• EXERCISE DETAILS: Across all the records, filter for lines with the word "when" and copy them.

• DATA:
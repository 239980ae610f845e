import { Notice } from "@/components/ui/card";

/** Shown instead of the marking editor when the photo's file is no longer in storage. */
export function PhotoFileMissing({ name }: { name: string }) {
  return (
    <div className="mb-6" data-testid="photo-file-missing">
      <Notice tone="error" title="This photo's file is missing">
        The record of {name} is here, but its file is missing from storage, so it cannot be shown or measured. Upload the photo again, or ask an
        admin to restore it from a backup. Measurements already saved from it are listed below and are not affected.
      </Notice>
    </div>
  );
}
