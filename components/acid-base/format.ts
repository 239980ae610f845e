import type { PhSeriesSummary, StoredPhFit } from "@/db/queries/ph-series";
import type { Lab } from "@/lib/color/types";
import { count } from "@/lib/text/count";

/** A pKa's standard error for display: two decimals, or "—" when the bootstrap could not give one. */
export function seText(se: number | null | undefined): string {
  return se === null || se === undefined || !Number.isFinite(se) ? "—" : se.toFixed(2);
}

type Fitted = Extract<StoredPhFit, { ok: true }>;

/** The fitted constants with their SEs: "pKa 7.30 ± 0.01" or "pKa₁ 1.66 ± 0.01, pKa₂ 9.19 ± 0.01". */
export function pkaText(r: Fitted): string {
  if (r.steps === 1) return `pKa ${r.fit.pKa.toFixed(2)} ± ${seText(r.fit.pKaStdErr)}`;
  return `pKa₁ ${r.fit.pKas[0].toFixed(2)} ± ${seText(r.fit.pKaStdErrs[0])}, pKa₂ ${r.fit.pKas[1].toFixed(2)} ± ${seText(r.fit.pKaStdErrs[1])}`;
}

/** The visual transition interval(s): "pH 6.2–8.1" or "pH 0.5–3.0 and 7.9–10.4". */
export function transitionText(r: Fitted): string {
  const one = ([lo, hi]: [number, number]) => `${lo.toFixed(1)}–${hi.toFixed(1)}`;
  return r.steps === 1 ? `pH ${one(r.fit.transition)}` : `pH ${one(r.fit.transitions[0])} and ${one(r.fit.transitions[1])}`;
}

/** The forms' colours, most acidic first, with their names. */
export function formColours(r: Fitted): { lab: Lab; name: string }[] {
  if (r.steps === 1) return [{ lab: r.fit.acidLab, name: "acid form" }, { lab: r.fit.baseLab, name: "base form" }];
  return r.fit.labs.map((lab, i) => ({ lab, name: ["H2In (acid form)", "HIn⁻ (middle form)", "In²⁻ (base form)"][i] }));
}

/** The headings the series list uses, the same in its table (md and up) and its cards (phones). */
export const SERIES_LABELS = {
  dye: "Dye",
  series: "Series",
  medium: "Medium",
  ionicStrength: "Ionic strength",
  pka: "Apparent pKa",
  transition: "Visual transition",
  forms: "Acid → base form",
} as const;

/** One series as the list shows it: every text formatted once, for both layouts. */
export type SeriesRowView = {
  id: string;
  href: string;
  name: string;
  dye: { code: string; name: string; href: string };
  medium: string;
  ionicStrength: string;
  vials: string;
  fitted: { pka: string; transition: string; colours: { lab: Lab; name: string }[]; messages: string[] } | null;
  /** Why there is no pKa, when there is none. */
  refusal: string | null;
};

export function seriesRowView(s: PhSeriesSummary & { fit: StoredPhFit }): SeriesRowView {
  const vials = count(s.fit.vials, "accepted vial");
  return {
    id: s.id,
    href: `/acid-base/${encodeURIComponent(s.id)}`,
    name: s.name,
    dye: { code: s.dye.code, name: s.dye.name, href: `/catalogue/${encodeURIComponent(s.dye.code)}` },
    medium: s.mediumLabel,
    ionicStrength: s.ionicStrengthMolL === null ? "not recorded" : `${s.ionicStrengthMolL} mol/L`,
    vials,
    // pKa is a pH on the medium's own scale: apparent, for this medium and ionic strength.
    fitted: s.fit.ok ? { pka: `${pkaText(s.fit)} pH units`, transition: transitionText(s.fit), colours: formColours(s.fit), messages: s.fit.fit.messages } : null,
    refusal: s.fit.ok ? null : `No pKa (${vials}): ${s.fit.error}`,
  };
}
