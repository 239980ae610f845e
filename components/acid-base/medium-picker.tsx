import type { CandidateVial } from "@/db/queries/ph-series";
import { Button } from "@/components/ui/button";
import { Field, Select, TextInput } from "@/components/ui/field";
import type { EditorVial } from "./series-editor";

export type Option = { id: string; label: string };

/** The <option>s of a dye or solvent list, after a first empty choice. */
export function Options({ items, empty }: { items: Option[]; empty: string }) {
  return (
    <>
      <option value="">{empty}</option>
      {items.map((o) => (
        <option key={o.id} value={o.id}>
          {o.label}
        </option>
      ))}
    </>
  );
}

/** The dye and medium of a new series, as a plain GET form: the choice lives in the address. */
export function MediumPicker({ dyes, solvents, value }: { dyes: Option[]; solvents: Option[]; value: { dyeId: string; solventId: string; secondSolventId: string; x2: string } }) {
  return (
    <form method="get" className="grid gap-4 sm:grid-cols-2 lg:grid-cols-5" aria-label="Dye and medium">
      <Field label="Dye" name="dyeId">
        <Select name="dyeId" defaultValue={value.dyeId} required>
          <Options items={dyes} empty="choose a dye" />
        </Select>
      </Field>
      <Field label="Solvent" name="solventId">
        <Select name="solventId" defaultValue={value.solventId} required>
          <Options items={solvents} empty="choose a solvent" />
        </Select>
      </Field>
      <Field label="Second solvent (blends only)" name="secondSolventId">
        <Select name="secondSolventId" defaultValue={value.secondSolventId}>
          <Options items={solvents} empty="none (neat solvent)" />
        </Select>
      </Field>
      <Field label="Its mole fraction x₂" name="x2">
        <TextInput name="x2" inputMode="decimal" defaultValue={value.x2} placeholder="e.g. 0.25" />
      </Field>
      <div className="flex items-end">
        <Button type="submit" variant="secondary">
          Show the vials
        </Button>
      </div>
    </form>
  );
}

/** Candidate vials as the client editor takes them (dates as text). */
export function editorVials(list: CandidateVial[]): EditorVial[] {
  return list.map((c) => ({ ...c, createdAt: c.createdAt.toISOString() }));
}
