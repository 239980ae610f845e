import { seText } from "@/components/acid-base/format";
import Link from "next/link";
import { ButtonLink } from "@/components/ui/button";
import { Badge, Card } from "@/components/ui/card";
import { Swatch } from "@/components/ui/swatch";
import { phSeriesForDye, type PhSeries } from "@/db/queries/acid-base";
import { phSeriesWithFits } from "@/db/queries/ph-series";
import type { Lab } from "@/lib/color/types";
import type { Db } from "@/db/connection";
import { labD65ToHex } from "@/lib/color/display";
import { ColorInputError } from "@/lib/color/errors";
import { TwoFormModel, apparentBaseFraction, baseFraction, daviesCorrectedPka, fitPkaFromColours, type PkaFit } from "@/lib/color/pka";
import { TitrationChart } from "./titration-chart";

/** Fits of ungrouped series are deterministic in their vials; keep them while the process runs (a fit takes a second or two). */
const fits = new Map<string, PkaFit | { error: string }>();

function fitFor(series: PhSeries): PkaFit | { error: string } {
  const key = JSON.stringify(series.vials.map((v) => [v.pH, ...v.lab]));
  let fit = fits.get(key);
  if (!fit) {
    try {
      fit = fitPkaFromColours(series.vials);
    } catch (error) {
      if (!(error instanceof ColorInputError)) throw error;
      fit = { error: error.message };
    }
    fits.set(key, fit);
  }
  return fit;
}

/** One block of the section: a grouped series with its stored fit, or an ungrouped one fitted here. */
type Block = {
  key: string;
  heading: string;
  solventName: string;
  additives: string[];
  ionicStrengthMolL: number | null;
  vials: { pH: number; lab: Lab }[];
  pending: number;
  fit: PkaFit | { error: string };
  editHref?: string;
};

function blocksFor(db: Db, dyeId: string, canEdit: boolean): { blocks: Block[]; grouped: boolean } {
  const grouped = phSeriesWithFits(db, { dyeId });
  if (grouped.length > 0) {
    return {
      grouped: true,
      blocks: grouped.map((s) => ({
        key: s.id,
        heading: `${s.name} · ${s.mediumLabel}`,
        solventName: s.mediumLabel,
        additives: [],
        ionicStrengthMolL: s.ionicStrengthMolL,
        vials: s.fitted,
        pending: s.pending,
        fit: s.fit.ok ? s.fit.fit : { error: s.fit.error },
        editHref: canEdit ? `/acid-base/${encodeURIComponent(s.id)}` : undefined,
      })),
    };
  }
  return {
    grouped: false,
    blocks: phSeriesForDye(db, { dyeId }).map((s) => ({
      key: s.solvent.id,
      heading: `${s.solvent.name}${s.additives.length ? ` (${s.additives.join("; ")})` : ""}, not grouped yet`,
      solventName: s.solvent.name,
      additives: s.additives,
      ionicStrengthMolL: s.ionicStrengthsMolL.length === 1 ? s.ionicStrengthsMolL[0] : null,
      vials: s.vials,
      pending: 0,
      fit: fitFor(s),
    })),
  };
}

/** The dye page's acid–base section: one titration curve and pKa per pH series. */
export function TitrationSection({ db, dyeId, canEdit = false }: { db: Db; dyeId: string; canEdit?: boolean }) {
  const { blocks, grouped } = blocksFor(db, dyeId, canEdit);
  if (blocks.length === 0) return null;
  return (
    <Card
      title="pKa and titration curve"
      className="lg:col-span-3"
      actions={
        canEdit ? (
          <ButtonLink href={`/acid-base/new?dyeId=${encodeURIComponent(dyeId)}`} variant="secondary">
            Group vials into a pH series
          </ButtonLink>
        ) : undefined
      }
    >
      {!grouped && (
        <p className="mb-4 text-sm text-ink-soft">
          These vials are not grouped into a named pH series yet: they are the dye's accepted colours with a recorded pH, one series per solvent, fitted on this page. Group them to store
          the fit and to let the pH search find this dye.
        </p>
      )}
      <div className="space-y-6">
        {blocks.map((b) => (
          <SeriesBlock key={b.key} block={b} />
        ))}
      </div>
      <p className="mt-4 text-xs text-ink-soft">
        Fit: each form is one absorption band (Gaussian in wavenumber); every vial is the CIE colour (D65, CIE 1931 2°) of the two forms mixed per wavelength by
        Beer–Lambert, with the base fraction from Henderson–Hasselbalch; pKa and both bands minimise the sum of squared ΔE00 over the accepted vials. ± is the standard
        deviation of refits over vials resampled with replacement (bootstrap). Vials are plotted at the base fraction their colour corresponds to on the fitted path. The
        shaded band is the visual transition: where the colour differs from both end colours by ΔE00 ≥ 3 (common practice, no source).
      </p>
    </Card>
  );
}

function SeriesBlock({ block }: { block: Block }) {
  const { fit, vials: points } = block;
  const title = (
    <h3 className="flex flex-wrap items-center gap-2 text-sm font-semibold">
      {block.heading}
      {block.editHref && (
        <Link href={block.editHref} className="text-xs font-normal underline">
          edit series
        </Link>
      )}
    </h3>
  );
  const pendingNote = block.pending > 0 ? ` ${block.pending} more vial${block.pending === 1 ? " waits" : "s wait"} for review and ${block.pending === 1 ? "is" : "are"} not fitted yet.` : "";
  if ("error" in fit) {
    return (
      <div>
        {title}
        <p className="text-sm text-ink-soft">
          {points.length} accepted vials; no pKa: {fit.error}
          {pendingNote}
        </p>
      </div>
    );
  }
  const model = new TwoFormModel(fit.acidBand, fit.baseBand);
  const vials = points.map((v) => ({ pH: v.pH, fraction: apparentBaseFraction(model, v.lab), hex: labD65ToHex(v.lab) }));
  const lo = Math.min(...points.map((v) => v.pH), fit.transition[0]) - 0.5;
  const hi = Math.max(...points.map((v) => v.pH), fit.transition[1]) + 0.5;
  const curve = Array.from({ length: 121 }, (_, i) => lo + ((hi - lo) * i) / 120).map((pH) => ({ pH, fraction: baseFraction(pH, fit.pKa) }));
  const ionic = block.ionicStrengthMolL;
  const isWater = block.solventName === "Water";
  const medium = block.heading;
  return (
    <div className="grid gap-4 md:grid-cols-3">
      <div className="space-y-2 text-sm">
        {title}
        <p data-testid="pka-value" className="text-lg font-semibold tabular-nums">
          pKa {fit.pKa.toFixed(2)} ± {seText(fit.pKaStdErr)}
        </p>
        <p className="text-ink-soft">
          Apparent pKa in {block.solventName}
          {ionic !== null ? ` at ionic strength ${ionic} mol/L` : ", ionic strength not recorded"}
          {isWater ? "" : "; pH in this medium is not aqueous pH"}.{" "}
          {ionic !== null && isWater && <>Davies-corrected to I = 0 (neutral acid form): {daviesCorrectedPka(fit.pKa, ionic).toFixed(2)}.</>}
        </p>
        <p className="tabular-nums">
          Visual transition pH {fit.transition[0].toFixed(1)}–{fit.transition[1].toFixed(1)} · {points.length} vials · fit RMS ΔE00 {fit.rmsDeltaE00.toFixed(2)}
        </p>
        {pendingNote && <p className="text-ink-soft">{pendingNote.trim()}</p>}
        <div className="flex items-center gap-4">
          <span className="flex flex-col items-center text-xs">
            <Swatch lab={fit.acidLab} size="lg" label="acid form" />
            acid form
          </span>
          <span className="flex flex-col items-center text-xs">
            <Swatch lab={fit.baseLab} size="lg" label="base form" />
            base form
          </span>
          <span className="text-xs text-ink-soft">contrast ΔE00 {fit.contrastDeltaE00.toFixed(0)}</span>
        </div>
        {fit.messages.length > 0 && (
          <ul className="space-y-1">
            {fit.messages.map((m) => (
              <li key={m}>
                <Badge tone="warn">check</Badge> {m}
              </li>
            ))}
          </ul>
        )}
      </div>
      <div className="md:col-span-2">
        <TitrationChart vials={vials} curve={curve} pKa={fit.pKa} transition={fit.transition} label={medium} />
      </div>
    </div>
  );
}
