import { Badge } from "@/components/ui/card";
import { flagWords } from "@/lib/bench/flags";

/**
 * A measurement's quality flags in words (lib/bench/flags.ts). `short` words suit a table cell; the
 * full sentence is then the badge's title. The stored code stays on `data-flag` for scripts and tests.
 */
export function FlagBadges({ flags, size = "long", label }: { flags: string[]; size?: "short" | "long"; label?: string }) {
  if (flags.length === 0) return null;
  return (
    <ul className="inline-flex flex-wrap gap-1" aria-label={label ?? "Quality flags"}>
      {flags.map((f) => {
        const words = flagWords(f);
        return (
          <li key={f} data-testid="flag" data-flag={f} title={size === "short" ? words.long : undefined}>
            <Badge tone="warn">{size === "short" ? words.short : words.long}</Badge>
          </li>
        );
      })}
    </ul>
  );
}
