"use client";

import Link from "next/link";
import { useRouter } from "next/navigation";
import { useActionState, useEffect, useMemo, useRef, useState } from "react";
import { deletePanelAction, deleteTemplateAction, saveMeasurementsAction, savePanelAction, saveTemplateAction } from "@/app/actions/bench";
import { SafetyNotice } from "@/components/ui/safety";
import { checkStandardRefusal } from "@/lib/bench/checks";
import { flagWords } from "@/lib/bench/flags";
import { labD65ToLabD50 } from "@/lib/color/convert";
import { deltaE00 } from "@/lib/color/difference";
import type { Lab } from "@/lib/color/types";
import { DyePicker, type DyeOption } from "./dye-picker";
import { FlagBadges } from "./flag-badges";

type Shape = "rect" | "ellipse";
type Role = "vial" | "reference" | "check";
const ROLE_NAME: Record<Role, string> = { vial: "Vial", reference: "Reference", check: "Check" };

type Mark = {
  key: string;
  role: Role;
  shape: Shape;
  x: number;
  y: number;
  w: number;
  h: number;
  label: string;
  dyeId: string;
  solventId: string;
  acidBase: "acid" | "neutral" | "base";
  ph: string;
  conc: string;
  additive: string;
  addConc: string;
  temp: string;
  path: string;
  solvent2: string;
  x2: string;
  flagReason: string;
  refL: string;
  refA: string;
  refB: string;
  /** Full-precision values filled from a calibration target; used while the fields still show them rounded. */
  refExact: [number, number, number] | null;
  /** For a check region: the registered check standard it shows. */
  standardId: string;
};

/** The condition fields of a vial, copied as a group (panels, duplicates). */
const CONDITION_KEYS = ["solventId", "acidBase", "ph", "conc", "additive", "addConc", "temp", "path", "solvent2", "x2"] as const;
type ConditionPart = Pick<Mark, (typeof CONDITION_KEYS)[number]>;
const NEUTRAL: ConditionPart = { solventId: "", acidBase: "neutral", ph: "", conc: "", additive: "", addConc: "", temp: "", path: "", solvent2: "", x2: "" };
const conditionOf = (m: Mark): ConditionPart => Object.fromEntries(CONDITION_KEYS.map((k) => [k, m[k]])) as ConditionPart;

• RESULT:
/** Shown instead of the marking editor when the photo's file is no longer in storage. */
/** A pKa's standard error for display: two decimals, or "—" when the bootstrap could not give one. */
  /** Why there is no pKa, when there is none. */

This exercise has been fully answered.